=== Data records ===
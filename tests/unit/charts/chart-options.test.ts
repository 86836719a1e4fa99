import { describe, expect, it } from 'vitest'
import type { LineSeriesOption } from 'echarts/charts'
import {
  CURVE_DASHES, OKABE_ITO, chartRpmRange, curveStyle, curveValueAt, gainChartOptions, overlayChartOptions, readoutAt,
  type ChartCurve,
} from '#shared/utils/chart-options'

const curve = (id: number, label: string, torqueAt: (rpm: number) => number): ChartCurve => ({
  id,
  label,
  points: [3000, 3500, 4000, 4500, 5000].map(rpm => ({ rpm, torque: torqueAt(rpm), power: (torqueAt(rpm) * rpm) / 5252.113 })),
})
const units = { power: 'hp', torque: 'lb-ft' }
const seriesOf = (o: ReturnType<typeof overlayChartOptions>) => o.series as LineSeriesOption[]

describe('the palette', () => {
  // Published: Okabe and Ito, "Color Universal Design" (2008), the eight colours
  // recommended for figures readable with any common colour-vision deficiency.
  it('is the Okabe-Ito set as published', () => {
    expect([...OKABE_ITO].sort()).toEqual(['#000000', '#0072B2', '#009E73', '#56B4E9', '#CC79A7', '#D55E00', '#E69F00', '#F0E442'])
  })

  // Common practice: curves must differ by more than colour (print, colour-blind readers).
  it('gives the first eight curves eight colours and eight dash patterns', () => {
    const styles = Array.from({ length: 8 }, (_, i) => curveStyle(i))
    expect(new Set(styles.map(s => s.color)).size).toBe(8)
    expect(new Set(styles.map(s => JSON.stringify(s.dash))).size).toBe(8)
    expect(CURVE_DASHES).toHaveLength(8)
  })

  it('keeps every look distinct past eight curves', () => {
    const looks = Array.from({ length: 64 }, (_, i) => JSON.stringify(curveStyle(i)))
    expect(new Set(looks).size).toBe(64)
  })
})

describe('overlayChartOptions', () => {
  const a = curve(11, 'Stock manifolds', () => 400)
  const b = curve(12, 'Long tubes', rpm => 400 + (rpm - 3000) / 100)
  const options = overlayChartOptions({ curves: [a, b], units })

  it('draws power and torque for each setup, one panel each', () => {
    const series = seriesOf(options)
    expect(series.map(s => s.id)).toEqual(['power-11', 'power-12', 'torque-11', 'torque-12'])
    expect(series.filter(s => s.xAxisIndex === 0).every(s => s.yAxisIndex === 0)).toBe(true)
    expect(series.filter(s => s.xAxisIndex === 1).every(s => s.yAxisIndex === 1)).toBe(true)
  })

  it('plots [rpm, value] pairs from the curve as given', () => {
    const series = seriesOf(options)
    const torqueB = series.find(s => s.id === 'torque-12')!
    expect(torqueB.data).toEqual(b.points.map(p => [p.rpm, p.torque]))
    const powerA = series.find(s => s.id === 'power-11')!
    expect(powerA.data).toEqual(a.points.map(p => [p.rpm, p.power]))
  })

  it('gives a setup the same colour and dash in both panels, and another setup another look', () => {
    const series = seriesOf(options)
    const look = (id: string) => { const s = series.find(x => x.id === id)!; return [s.lineStyle?.color, JSON.stringify(s.lineStyle?.type)] }
    expect(look('power-11')).toEqual(look('torque-11'))
    expect(look('power-11')).not.toEqual(look('power-12'))
  })

  it('follows styleIndex so a setup keeps its look when others are hidden', () => {
    const only = overlayChartOptions({ curves: [{ ...b, styleIndex: 1 }], units })
    expect(seriesOf(only)[0]!.lineStyle?.color).toBe(OKABE_ITO[1])
  })

  it('names the axes with their units and reads out every curve on hover (axis tooltip)', () => {
    const yAxis = options.yAxis as { name: string }[]
    expect(yAxis.map(y => y.name)).toEqual(['Power (hp)', 'Torque (lb-ft)'])
    expect((options.tooltip as { trigger: string }).trigger).toBe('axis')
    expect(options.axisPointer).toMatchObject({ link: [{ xAxisIndex: 'all' }] })
    const kw = overlayChartOptions({ curves: [a], units: { power: 'kW', torque: 'N-m' } })
    expect((kw.yAxis as { name: string }[]).map(y => y.name)).toEqual(['Power (kW)', 'Torque (N-m)'])
  })

  it('rounds the rpm axis out to whole 500 rpm', () => {
    const odd = overlayChartOptions({ curves: [{ id: 1, label: 'x', points: [{ rpm: 2730, torque: 1, power: 1 }, { rpm: 6120, torque: 1, power: 1 }] }], units })
    expect((odd.xAxis as { min: number, max: number }[])[0]).toMatchObject({ min: 2500, max: 6500 })
  })

  it('is plain data that survives JSON apart from its formatters', () => {
    expect(() => JSON.stringify(options)).not.toThrow()
    expect(options.legend).toMatchObject({ data: ['Stock manifolds', 'Long tubes'] })
  })

  it('copes with no curves', () => {
    const empty = overlayChartOptions({ curves: [], units })
    expect(empty.series).toEqual([])
  })
})

describe('gainChartOptions', () => {
  it('names each curve against the baseline and draws a zero line in both panels', () => {
    const g = gainChartOptions({ curves: [curve(12, 'Long tubes', () => 5)], units, baselineLabel: 'Stock' })
    const series = g.series as LineSeriesOption[]
    expect(series.map(s => s.name)).toEqual(['Long tubes vs Stock', 'Long tubes vs Stock'])
    expect(series.every(s => (s.markLine?.data as { yAxis: number }[] | undefined)?.[0]?.yAxis === 0)).toBe(true)
    expect((g.yAxis as { name: string }[]).map(y => y.name)).toEqual(['Power gain (hp)', 'Torque gain (lb-ft)'])
  })
})

describe('readout', () => {
  const a = curve(1, 'A', rpm => rpm / 10)

  // Common practice: linear interpolation between samples, nothing outside the pull.
  it('interpolates linearly between points', () => {
    expect(curveValueAt(a.points, 3250, 'torque')).toBeCloseTo(325, 10)
    expect(curveValueAt(a.points, 3000, 'torque')).toBe(300)
    expect(curveValueAt(a.points, 5000, 'torque')).toBe(500)
  })

  it('gives null outside a curve instead of extrapolating', () => {
    expect(curveValueAt(a.points, 2999, 'torque')).toBeNull()
    expect(curveValueAt(a.points, 5001, 'power')).toBeNull()
    expect(curveValueAt([], 4000, 'power')).toBeNull()
  })

  it('reads every curve at one rpm', () => {
    const b = { ...curve(2, 'B', () => 400), points: curve(2, 'B', () => 400).points.slice(2) }
    const r = readoutAt([a, b], 3500)
    expect(r.map(x => x.id)).toEqual([1, 2])
    expect(r[0]!.torque).toBe(350)
    // hp = lb-ft x rpm / 5252.113 (published: NIST SP 811 units)
    expect(r[0]!.power).toBeCloseTo((350 * 3500) / 5252.113, 9)
    expect(r[1]).toMatchObject({ torque: null, power: null })
    expect(chartRpmRange([a, b])).toEqual({ min: 3000, max: 5000 })
    expect(chartRpmRange([])).toBeNull()
  })
})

=== What you need to do ===
Copy the listing in full, and keep every word exactly as it is.

=== Response area ===
filename tests/unit/charts/chart-options.test.ts
repository 86836719a1e4fa99
import { describe, expect, it } from 'vitest'
import type { LineSeriesOption } from 'echarts/charts'
import {
  CURVE_DASHES, OKABE_ITO, chartRpmRange, curveStyle, curveValueAt, gainChartOptions, overlayChartOptions, readoutAt,
  type ChartCurve,
} from '#shared/utils/chart-options'

const curve = (id: number, label: string, torqueAt: (rpm: number) => number): ChartCurve => ({
  id,
  label,
  points: [3000, 3500, 4000, 4500, 5000].map(rpm => ({ rpm, torque: torqueAt(rpm), power: (torqueAt(rpm) * rpm) / 5252.113 })),
})
const units = { power: 'hp', torque: 'lb-ft' }
const seriesOf = (o: ReturnType<typeof overlayChartOptions>) => o.series as LineSeriesOption[]

describe('the palette', () => {
  // Published: Okabe and Ito, "Color Universal Design" (2008), the eight colours
  // recommended for figures readable with any common colour-vision deficiency.
  it('is the Okabe-Ito set as published', () => {
    expect([...OKABE_ITO].sort()).toEqual(['#000000', '#0072B2', '#009E73', '#56B4E9', '#CC79A7', '#D55E00', '#E69F00', '#F0E442'])
  })

  // Common practice: curves must differ by more than colour (print, colour-blind readers).
  it('gives the first eight curves eight colours and eight dash patterns', () => {
    const styles = Array.from({ length: 8 }, (_, i) => curveStyle(i))
    expect(new Set(styles.map(s => s.color)).size).toBe(8)
    expect(new Set(styles.map(s => JSON.stringify(s.dash))).size).toBe(8)
    expect(CURVE_DASHES).toHaveLength(8)
  })

  it('keeps every look distinct past eight curves', () => {
    const looks = Array.from({ length: 64 }, (_, i) => JSON.stringify(curveStyle(i)))
    expect(new Set(looks).size).toBe(64)
  })
})

describe('overlayChartOptions', () => {
  const a = curve(11, 'Stock manifolds', () => 400)
  const b = curve(12, 'Long tubes', rpm => 400 + (rpm - 3000) / 100)
  const options = overlayChartOptions({ curves: [a, b], units })

  it('draws power and torque for each setup, one panel each', () => {
    const series = seriesOf(options)
    expect(series.map(s => s.id)).toEqual(['power-11', 'power-12', 'torque-11', 'torque-12'])
    expect(series.filter(s => s.xAxisIndex === 0).every(s => s.yAxisIndex === 0)).toBe(true)
    expect(series.filter(s => s.xAxisIndex === 1).every(s => s.yAxisIndex === 1)).toBe(true)
  })

  it('plots [rpm, value] pairs from the curve as given', () => {
    const series = seriesOf(options)
    const torqueB = series.find(s => s.id === 'torque-12')!
    expect(torqueB.data).toEqual(b.points.map(p => [p.rpm, p.torque]))
    const powerA = series.find(s => s.id === 'power-11')!
    expect(powerA.data).toEqual(a.points.map(p => [p.rpm, p.power]))
  })

  it('gives a setup the same colour and dash in both panels, and another setup another look', () => {
    const series = seriesOf(options)
    const look = (id: string) => { const s = series.find(x => x.id === id)!; return [s.lineStyle?.color, JSON.stringify(s.lineStyle?.type)] }
    expect(look('power-11')).toEqual(look('torque-11'))
    expect(look('power-11')).not.toEqual(look('power-12'))
  })

  it('follows styleIndex so a setup keeps its look when others are hidden', () => {
    const only = overlayChartOptions({ curves: [{ ...b, styleIndex: 1 }], units })
    expect(seriesOf(only)[0]!.lineStyle?.color).toBe(OKABE_ITO[1])
  })

  it('names the axes with their units and reads out every curve on hover (axis tooltip)', () => {
    const yAxis = options.yAxis as { name: string }[]
    expect(yAxis.map(y => y.name)).toEqual(['Power (hp)', 'Torque (lb-ft)'])
    expect((options.tooltip as { trigger: string }).trigger).toBe('axis')
    expect(options.axisPointer).toMatchObject({ link: [{ xAxisIndex: 'all' }] })
    const kw = overlayChartOptions({ curves: [a], units: { power: 'kW', torque: 'N-m' } })
    expect((kw.yAxis as { name: string }[]).map(y => y.name)).toEqual(['Power (kW)', 'Torque (N-m)'])
  })

  it('rounds the rpm axis out to whole 500 rpm', () => {
    const odd = overlayChartOptions({ curves: [{ id: 1, label: 'x', points: [{ rpm: 2730, torque: 1, power: 1 }, { rpm: 6120, torque: 1, power: 1 }] }], units })
    expect((odd.xAxis as { min: number, max: number }[])[0]).toMatchObject({ min: 2500, max: 6500 })
  })

  it('is plain data that survives JSON apart from its formatters', () => {
    expect(() => JSON.stringify(options)).not.toThrow()
    expect(options.legend).toMatchObject({ data: ['Stock manifolds', 'Long tubes'] })
  })

  it('copes with no curves', () => {
    const empty = overlayChartOptions({ curves: [], units })
    expect(empty.series).toEqual([])
  })
})

describe('gainChartOptions', () => {
  it('names each curve against the baseline and draws a zero line in both panels', () => {
    const g = gainChartOptions({ curves: [curve(12, 'Long tubes', () => 5)], units, baselineLabel: 'Stock' })
    const series = g.series as LineSeriesOption[]
    expect(series.map(s => s.name)).toEqual(['Long tubes vs Stock', 'Long tubes vs Stock'])
    expect(series.every(s => (s.markLine?.data as { yAxis: number }[] | undefined)?.[0]?.yAxis === 0)).toBe(true)
    expect((g.yAxis as { name: string }[]).map(y => y.name)).toEqual(['Power gain (hp)', 'Torque gain (lb-ft)'])
  })
})

describe('readout', () => {
  const a = curve(1, 'A', rpm => rpm / 10)

  // Common practice: linear interpolation between samples, nothing outside the pull.
  it('interpolates linearly between points', () => {
    expect(curveValueAt(a.points, 3250, 'torque')).toBeCloseTo(325, 10)
    expect(curveValueAt(a.points, 3000, 'torque')).toBe(300)
    expect(curveValueAt(a.points, 5000, 'torque')).toBe(500)
  })

  it('gives null outside a curve instead of extrapolating', () => {
    expect(curveValueAt(a.points, 2999, 'torque')).toBeNull()
    expect(curveValueAt(a.points, 5001, 'power')).toBeNull()
    expect(curveValueAt([], 4000, 'power')).toBeNull()
  })

  it('reads every curve at one rpm', () => {
    const b = { ...curve(2, 'B', () => 400), points: curve(2, 'B', () => 400).points.slice(2) }
    const r = readoutAt([a, b], 3500)
    expect(r.map(x => x.id)).toEqual([1, 2])
    expect(r[0]!.torque).toBe(350)
    // hp = lb-ft x rpm / 5252.113 (published: NIST SP 811 units)
    expect(r[0]!.power).toBeCloseTo((350 * 3500) / 5252.113, 9)
    expect(r[1]).toMatchObject({ torque: null, power: null })
    expect(chartRpmRange([a, b])).toEqual({ min: 3000, max: 5000 })
    expect(chartRpmRange([])).toBeNull()
  })
})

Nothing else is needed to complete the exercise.